*** Exercise input Section Begins ***

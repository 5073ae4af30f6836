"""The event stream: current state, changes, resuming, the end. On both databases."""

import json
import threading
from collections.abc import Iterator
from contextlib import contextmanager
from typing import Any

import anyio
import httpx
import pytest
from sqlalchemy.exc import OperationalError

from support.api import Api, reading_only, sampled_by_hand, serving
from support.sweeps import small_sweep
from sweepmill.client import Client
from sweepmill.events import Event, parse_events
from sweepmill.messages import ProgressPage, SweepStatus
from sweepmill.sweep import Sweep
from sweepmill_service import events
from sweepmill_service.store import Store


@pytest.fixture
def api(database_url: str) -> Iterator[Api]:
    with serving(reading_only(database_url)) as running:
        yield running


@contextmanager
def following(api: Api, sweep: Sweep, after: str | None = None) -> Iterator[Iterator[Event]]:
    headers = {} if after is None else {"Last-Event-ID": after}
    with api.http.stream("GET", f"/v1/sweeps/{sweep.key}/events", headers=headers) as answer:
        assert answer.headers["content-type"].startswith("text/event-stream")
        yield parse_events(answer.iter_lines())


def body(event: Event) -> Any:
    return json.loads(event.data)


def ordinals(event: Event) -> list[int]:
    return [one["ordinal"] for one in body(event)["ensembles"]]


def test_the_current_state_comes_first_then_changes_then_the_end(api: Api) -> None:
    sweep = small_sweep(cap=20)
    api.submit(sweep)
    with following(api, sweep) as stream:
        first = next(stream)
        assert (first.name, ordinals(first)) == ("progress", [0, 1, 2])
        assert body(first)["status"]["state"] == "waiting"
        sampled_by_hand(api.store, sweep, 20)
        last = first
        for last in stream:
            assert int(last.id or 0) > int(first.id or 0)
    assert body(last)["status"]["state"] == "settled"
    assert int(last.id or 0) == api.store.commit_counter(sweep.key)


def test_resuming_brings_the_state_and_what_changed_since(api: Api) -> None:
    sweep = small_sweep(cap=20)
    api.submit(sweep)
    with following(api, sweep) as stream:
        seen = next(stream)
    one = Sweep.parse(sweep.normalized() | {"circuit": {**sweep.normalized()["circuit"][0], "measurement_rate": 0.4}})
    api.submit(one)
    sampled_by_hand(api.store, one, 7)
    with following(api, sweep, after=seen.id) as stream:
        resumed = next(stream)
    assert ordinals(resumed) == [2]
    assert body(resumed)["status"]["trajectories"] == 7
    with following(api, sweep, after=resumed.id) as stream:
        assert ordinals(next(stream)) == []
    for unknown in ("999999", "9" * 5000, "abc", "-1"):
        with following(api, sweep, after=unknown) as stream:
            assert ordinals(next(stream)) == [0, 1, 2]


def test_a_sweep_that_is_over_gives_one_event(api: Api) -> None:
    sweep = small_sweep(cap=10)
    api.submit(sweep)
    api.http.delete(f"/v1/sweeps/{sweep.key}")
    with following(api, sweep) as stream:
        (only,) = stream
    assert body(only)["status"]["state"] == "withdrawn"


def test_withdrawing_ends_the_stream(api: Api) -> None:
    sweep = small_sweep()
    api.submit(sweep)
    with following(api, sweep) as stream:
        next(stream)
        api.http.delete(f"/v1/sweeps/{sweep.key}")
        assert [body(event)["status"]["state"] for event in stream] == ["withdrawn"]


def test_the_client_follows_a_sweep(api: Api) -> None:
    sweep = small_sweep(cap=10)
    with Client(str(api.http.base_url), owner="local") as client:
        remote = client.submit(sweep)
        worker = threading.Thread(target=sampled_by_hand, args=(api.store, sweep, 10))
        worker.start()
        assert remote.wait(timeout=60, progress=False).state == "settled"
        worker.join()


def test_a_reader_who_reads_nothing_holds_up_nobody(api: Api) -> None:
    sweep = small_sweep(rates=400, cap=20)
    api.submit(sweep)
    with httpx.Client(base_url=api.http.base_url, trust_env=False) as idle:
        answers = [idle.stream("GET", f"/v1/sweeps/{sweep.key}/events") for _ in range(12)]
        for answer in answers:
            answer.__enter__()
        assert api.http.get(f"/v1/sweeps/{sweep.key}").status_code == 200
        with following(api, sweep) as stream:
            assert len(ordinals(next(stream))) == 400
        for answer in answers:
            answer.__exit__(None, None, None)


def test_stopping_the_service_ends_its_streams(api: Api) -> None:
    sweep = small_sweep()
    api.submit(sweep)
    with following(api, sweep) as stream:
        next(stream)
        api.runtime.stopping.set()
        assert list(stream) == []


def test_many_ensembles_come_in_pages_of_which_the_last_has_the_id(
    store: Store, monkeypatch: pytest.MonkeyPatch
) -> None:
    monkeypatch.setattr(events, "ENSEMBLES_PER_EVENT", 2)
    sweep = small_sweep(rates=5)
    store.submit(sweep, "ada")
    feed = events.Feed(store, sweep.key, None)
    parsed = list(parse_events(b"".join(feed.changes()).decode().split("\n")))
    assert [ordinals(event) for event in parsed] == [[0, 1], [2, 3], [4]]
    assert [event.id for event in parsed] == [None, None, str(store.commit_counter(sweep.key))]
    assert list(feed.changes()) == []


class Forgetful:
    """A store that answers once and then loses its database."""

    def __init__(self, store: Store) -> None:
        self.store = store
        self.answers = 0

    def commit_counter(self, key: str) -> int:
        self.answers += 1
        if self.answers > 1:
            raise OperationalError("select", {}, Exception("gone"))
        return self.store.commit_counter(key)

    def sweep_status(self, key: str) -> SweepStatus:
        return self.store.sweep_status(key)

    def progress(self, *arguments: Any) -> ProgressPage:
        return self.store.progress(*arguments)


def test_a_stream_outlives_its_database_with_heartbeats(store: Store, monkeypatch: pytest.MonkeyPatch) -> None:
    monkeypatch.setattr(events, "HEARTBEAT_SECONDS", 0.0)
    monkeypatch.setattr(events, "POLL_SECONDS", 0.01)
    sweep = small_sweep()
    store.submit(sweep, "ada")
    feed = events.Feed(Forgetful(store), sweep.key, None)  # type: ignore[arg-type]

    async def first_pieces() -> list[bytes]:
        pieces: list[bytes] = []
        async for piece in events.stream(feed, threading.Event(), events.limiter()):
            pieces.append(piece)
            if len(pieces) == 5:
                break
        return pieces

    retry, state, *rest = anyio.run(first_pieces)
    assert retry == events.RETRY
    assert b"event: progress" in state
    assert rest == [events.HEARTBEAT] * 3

*** Exercise input Section Ends ***
*** Exercise input Section Begins ***

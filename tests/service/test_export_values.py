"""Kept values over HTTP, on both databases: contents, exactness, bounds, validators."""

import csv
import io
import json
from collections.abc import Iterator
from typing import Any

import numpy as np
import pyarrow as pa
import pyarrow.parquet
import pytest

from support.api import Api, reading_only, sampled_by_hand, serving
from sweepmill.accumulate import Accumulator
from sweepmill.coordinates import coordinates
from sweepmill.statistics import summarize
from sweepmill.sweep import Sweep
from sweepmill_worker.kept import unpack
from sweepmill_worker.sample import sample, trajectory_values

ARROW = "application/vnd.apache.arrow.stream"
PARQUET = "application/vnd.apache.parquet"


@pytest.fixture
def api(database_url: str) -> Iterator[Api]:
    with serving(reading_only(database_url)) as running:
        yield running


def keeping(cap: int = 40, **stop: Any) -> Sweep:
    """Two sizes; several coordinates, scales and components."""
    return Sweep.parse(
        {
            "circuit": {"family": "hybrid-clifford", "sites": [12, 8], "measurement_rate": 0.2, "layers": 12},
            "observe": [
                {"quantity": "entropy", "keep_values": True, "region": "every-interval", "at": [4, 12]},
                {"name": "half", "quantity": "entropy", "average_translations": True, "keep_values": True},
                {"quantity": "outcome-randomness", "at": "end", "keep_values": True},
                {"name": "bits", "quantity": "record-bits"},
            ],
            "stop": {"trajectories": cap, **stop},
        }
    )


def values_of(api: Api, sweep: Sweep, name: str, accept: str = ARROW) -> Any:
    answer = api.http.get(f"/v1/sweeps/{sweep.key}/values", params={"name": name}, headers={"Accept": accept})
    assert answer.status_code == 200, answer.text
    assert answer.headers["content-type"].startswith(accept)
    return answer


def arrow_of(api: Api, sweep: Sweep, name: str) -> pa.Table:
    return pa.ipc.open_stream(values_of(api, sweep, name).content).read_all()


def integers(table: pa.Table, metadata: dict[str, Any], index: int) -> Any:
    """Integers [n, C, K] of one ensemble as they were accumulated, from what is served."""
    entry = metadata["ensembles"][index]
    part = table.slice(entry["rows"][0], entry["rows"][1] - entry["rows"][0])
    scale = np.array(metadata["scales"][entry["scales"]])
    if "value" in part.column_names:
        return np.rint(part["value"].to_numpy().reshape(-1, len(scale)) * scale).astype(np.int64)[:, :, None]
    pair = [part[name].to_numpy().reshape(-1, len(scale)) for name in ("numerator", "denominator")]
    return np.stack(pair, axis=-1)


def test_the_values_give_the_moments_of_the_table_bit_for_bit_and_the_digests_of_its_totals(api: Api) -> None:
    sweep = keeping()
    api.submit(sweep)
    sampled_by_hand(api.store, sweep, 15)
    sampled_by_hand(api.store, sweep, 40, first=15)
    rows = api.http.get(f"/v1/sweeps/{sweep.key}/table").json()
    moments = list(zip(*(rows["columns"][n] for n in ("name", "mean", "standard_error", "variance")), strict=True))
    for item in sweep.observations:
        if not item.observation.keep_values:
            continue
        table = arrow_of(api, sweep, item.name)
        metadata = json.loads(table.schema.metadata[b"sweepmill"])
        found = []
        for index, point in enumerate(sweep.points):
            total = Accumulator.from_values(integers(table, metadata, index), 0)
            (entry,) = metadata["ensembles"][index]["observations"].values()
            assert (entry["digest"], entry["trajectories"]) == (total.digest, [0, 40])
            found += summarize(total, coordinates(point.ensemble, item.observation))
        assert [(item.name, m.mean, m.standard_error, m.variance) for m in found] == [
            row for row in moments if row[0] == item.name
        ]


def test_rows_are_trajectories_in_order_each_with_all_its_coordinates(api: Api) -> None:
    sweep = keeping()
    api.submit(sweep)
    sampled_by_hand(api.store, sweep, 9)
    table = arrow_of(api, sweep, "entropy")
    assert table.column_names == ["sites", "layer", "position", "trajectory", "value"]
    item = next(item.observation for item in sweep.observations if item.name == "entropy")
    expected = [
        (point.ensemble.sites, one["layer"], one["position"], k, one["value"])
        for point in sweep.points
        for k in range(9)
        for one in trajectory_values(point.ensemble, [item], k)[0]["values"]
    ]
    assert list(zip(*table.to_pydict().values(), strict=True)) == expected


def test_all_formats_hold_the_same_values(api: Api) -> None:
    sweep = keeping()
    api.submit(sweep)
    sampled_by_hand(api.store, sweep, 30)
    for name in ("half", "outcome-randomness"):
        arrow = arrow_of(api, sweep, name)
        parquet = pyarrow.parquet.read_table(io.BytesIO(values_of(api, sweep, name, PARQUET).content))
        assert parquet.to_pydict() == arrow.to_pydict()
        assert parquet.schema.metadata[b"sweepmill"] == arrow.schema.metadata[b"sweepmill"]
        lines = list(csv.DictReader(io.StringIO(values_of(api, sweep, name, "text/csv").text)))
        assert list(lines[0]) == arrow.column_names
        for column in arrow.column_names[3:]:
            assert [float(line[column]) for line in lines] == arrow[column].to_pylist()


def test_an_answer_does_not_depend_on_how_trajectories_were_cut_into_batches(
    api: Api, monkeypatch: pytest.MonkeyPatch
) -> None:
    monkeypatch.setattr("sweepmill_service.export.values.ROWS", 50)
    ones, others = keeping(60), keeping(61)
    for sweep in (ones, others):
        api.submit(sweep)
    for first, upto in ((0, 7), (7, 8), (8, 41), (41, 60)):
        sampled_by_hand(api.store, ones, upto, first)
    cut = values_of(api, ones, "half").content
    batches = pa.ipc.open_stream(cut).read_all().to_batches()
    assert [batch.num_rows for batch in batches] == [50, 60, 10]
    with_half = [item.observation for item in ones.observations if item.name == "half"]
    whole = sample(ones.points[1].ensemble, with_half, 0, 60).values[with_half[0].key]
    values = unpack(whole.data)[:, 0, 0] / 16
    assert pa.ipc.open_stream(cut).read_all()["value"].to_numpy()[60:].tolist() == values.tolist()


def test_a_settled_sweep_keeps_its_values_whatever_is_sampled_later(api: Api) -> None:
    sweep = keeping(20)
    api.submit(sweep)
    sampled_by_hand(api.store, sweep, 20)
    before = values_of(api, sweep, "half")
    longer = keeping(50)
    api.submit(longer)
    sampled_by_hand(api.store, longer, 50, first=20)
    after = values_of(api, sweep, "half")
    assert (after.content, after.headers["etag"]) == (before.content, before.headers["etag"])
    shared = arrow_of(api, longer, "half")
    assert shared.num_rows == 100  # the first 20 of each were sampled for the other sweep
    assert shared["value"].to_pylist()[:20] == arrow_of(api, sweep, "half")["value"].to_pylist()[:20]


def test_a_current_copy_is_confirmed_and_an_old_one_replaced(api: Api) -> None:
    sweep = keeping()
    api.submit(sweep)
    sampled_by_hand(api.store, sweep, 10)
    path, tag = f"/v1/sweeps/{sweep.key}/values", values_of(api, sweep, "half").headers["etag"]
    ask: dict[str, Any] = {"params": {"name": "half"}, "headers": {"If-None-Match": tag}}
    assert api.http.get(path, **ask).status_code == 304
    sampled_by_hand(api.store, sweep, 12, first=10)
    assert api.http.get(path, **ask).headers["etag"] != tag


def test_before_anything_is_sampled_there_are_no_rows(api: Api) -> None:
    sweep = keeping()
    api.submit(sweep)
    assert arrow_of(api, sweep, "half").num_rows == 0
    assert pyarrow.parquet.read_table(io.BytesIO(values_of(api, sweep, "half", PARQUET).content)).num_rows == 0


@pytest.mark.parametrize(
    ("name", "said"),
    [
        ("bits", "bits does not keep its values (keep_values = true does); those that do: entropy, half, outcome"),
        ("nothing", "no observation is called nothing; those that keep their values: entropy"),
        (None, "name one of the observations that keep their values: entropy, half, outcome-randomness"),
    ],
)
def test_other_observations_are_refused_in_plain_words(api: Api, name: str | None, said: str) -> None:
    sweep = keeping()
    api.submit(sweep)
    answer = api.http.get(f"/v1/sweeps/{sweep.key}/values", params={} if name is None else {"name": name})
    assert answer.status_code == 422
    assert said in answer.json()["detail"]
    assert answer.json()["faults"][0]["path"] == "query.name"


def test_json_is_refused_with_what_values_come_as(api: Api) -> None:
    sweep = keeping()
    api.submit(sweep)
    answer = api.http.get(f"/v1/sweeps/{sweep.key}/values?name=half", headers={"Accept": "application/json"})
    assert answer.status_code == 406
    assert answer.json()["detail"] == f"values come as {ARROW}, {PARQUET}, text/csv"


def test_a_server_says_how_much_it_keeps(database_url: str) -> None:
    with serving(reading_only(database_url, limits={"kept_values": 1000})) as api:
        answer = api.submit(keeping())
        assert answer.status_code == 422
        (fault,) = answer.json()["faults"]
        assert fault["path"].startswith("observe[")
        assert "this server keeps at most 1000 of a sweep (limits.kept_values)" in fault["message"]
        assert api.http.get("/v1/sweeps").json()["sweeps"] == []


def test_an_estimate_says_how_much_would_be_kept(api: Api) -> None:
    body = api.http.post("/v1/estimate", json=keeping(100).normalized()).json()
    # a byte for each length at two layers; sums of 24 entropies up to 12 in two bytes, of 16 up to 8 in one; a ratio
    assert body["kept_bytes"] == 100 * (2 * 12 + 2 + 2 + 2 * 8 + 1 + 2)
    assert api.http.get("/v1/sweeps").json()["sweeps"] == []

*** Exercise input Section Ends ***
*** Exercise input Section Begins ***

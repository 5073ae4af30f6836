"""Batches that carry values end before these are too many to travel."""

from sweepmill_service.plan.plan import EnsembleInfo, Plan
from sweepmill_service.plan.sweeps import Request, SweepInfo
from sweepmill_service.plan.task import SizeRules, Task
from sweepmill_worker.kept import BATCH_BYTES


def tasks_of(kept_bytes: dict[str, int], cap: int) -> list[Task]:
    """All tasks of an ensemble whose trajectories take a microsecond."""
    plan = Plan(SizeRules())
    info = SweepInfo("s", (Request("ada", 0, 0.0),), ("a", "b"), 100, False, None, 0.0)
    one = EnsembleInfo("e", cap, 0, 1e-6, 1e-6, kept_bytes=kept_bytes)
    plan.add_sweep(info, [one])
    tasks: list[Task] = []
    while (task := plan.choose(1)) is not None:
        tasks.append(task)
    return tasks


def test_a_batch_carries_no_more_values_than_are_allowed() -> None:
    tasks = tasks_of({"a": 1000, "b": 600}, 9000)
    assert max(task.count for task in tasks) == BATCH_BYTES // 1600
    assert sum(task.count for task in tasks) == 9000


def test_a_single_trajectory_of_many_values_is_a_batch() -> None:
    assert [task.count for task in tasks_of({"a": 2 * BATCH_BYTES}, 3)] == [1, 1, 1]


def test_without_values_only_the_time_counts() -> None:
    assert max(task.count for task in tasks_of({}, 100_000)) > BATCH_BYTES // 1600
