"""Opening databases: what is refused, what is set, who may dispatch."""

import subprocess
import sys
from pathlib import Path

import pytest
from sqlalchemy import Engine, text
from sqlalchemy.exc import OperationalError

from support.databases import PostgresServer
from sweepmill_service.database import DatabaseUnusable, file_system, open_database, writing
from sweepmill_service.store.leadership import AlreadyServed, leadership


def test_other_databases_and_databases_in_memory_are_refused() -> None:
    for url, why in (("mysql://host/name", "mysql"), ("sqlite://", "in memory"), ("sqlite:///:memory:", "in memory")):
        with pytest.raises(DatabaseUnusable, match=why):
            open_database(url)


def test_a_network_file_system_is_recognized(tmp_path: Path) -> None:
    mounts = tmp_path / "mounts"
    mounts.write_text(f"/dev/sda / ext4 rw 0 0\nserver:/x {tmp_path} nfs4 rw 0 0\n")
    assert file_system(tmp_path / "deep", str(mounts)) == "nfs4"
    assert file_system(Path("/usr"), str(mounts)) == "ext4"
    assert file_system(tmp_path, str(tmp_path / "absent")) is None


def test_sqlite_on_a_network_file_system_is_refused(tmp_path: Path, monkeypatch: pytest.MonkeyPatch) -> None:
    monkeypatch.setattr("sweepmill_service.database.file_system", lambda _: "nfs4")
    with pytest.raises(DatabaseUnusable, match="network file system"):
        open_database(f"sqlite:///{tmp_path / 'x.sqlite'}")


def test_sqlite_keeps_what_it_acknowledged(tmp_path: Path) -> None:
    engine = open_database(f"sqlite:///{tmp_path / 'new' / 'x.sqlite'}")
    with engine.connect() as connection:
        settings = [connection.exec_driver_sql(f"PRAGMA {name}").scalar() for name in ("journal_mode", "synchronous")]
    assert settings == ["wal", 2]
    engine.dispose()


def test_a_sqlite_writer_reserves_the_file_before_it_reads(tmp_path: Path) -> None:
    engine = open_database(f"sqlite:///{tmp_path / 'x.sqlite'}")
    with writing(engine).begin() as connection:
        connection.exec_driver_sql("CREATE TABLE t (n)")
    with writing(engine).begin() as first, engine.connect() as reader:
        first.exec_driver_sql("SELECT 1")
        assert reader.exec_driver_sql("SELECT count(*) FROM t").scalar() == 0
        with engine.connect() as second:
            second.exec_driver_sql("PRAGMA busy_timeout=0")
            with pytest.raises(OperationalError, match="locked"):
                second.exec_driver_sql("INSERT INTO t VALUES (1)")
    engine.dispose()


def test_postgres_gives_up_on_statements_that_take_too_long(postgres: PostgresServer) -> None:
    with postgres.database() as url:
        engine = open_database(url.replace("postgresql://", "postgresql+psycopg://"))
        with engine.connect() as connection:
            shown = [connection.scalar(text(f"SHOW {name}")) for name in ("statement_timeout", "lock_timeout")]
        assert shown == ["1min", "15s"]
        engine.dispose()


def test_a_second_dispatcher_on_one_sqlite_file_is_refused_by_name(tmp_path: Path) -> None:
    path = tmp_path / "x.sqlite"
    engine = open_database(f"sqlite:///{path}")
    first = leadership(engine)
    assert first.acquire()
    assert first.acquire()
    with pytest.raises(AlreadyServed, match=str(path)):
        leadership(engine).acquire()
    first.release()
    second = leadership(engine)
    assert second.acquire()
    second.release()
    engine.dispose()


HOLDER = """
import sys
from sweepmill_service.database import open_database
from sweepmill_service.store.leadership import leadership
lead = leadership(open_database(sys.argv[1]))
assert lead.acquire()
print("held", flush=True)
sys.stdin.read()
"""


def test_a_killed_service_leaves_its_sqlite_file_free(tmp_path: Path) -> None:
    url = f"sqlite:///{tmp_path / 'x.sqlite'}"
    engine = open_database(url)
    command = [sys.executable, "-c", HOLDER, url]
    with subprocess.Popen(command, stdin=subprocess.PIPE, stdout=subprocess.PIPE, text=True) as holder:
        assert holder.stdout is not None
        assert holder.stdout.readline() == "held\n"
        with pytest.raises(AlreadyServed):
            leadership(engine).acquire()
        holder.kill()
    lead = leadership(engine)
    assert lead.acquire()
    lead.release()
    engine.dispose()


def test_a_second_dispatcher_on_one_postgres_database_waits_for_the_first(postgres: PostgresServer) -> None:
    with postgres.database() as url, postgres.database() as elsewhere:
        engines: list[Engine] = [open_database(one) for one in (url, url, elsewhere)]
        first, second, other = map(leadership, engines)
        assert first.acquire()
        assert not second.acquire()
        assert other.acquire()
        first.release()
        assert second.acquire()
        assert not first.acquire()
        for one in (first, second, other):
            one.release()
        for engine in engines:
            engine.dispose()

*** Exercise input Section Ends ***

Exercise:
Whenever the string "circuit" occurs in a line of the entries above, copy that line.

Result of this task:
    one = Sweep.parse(sweep.normalized() | {"circuit": {**sweep.normalized()["circuit"][0], "measurement_rate": 0.4}})
            "circuit": {"family": "hybrid-clifford", "sites": [12, 8], "measurement_rate": 0.2, "layers": 12},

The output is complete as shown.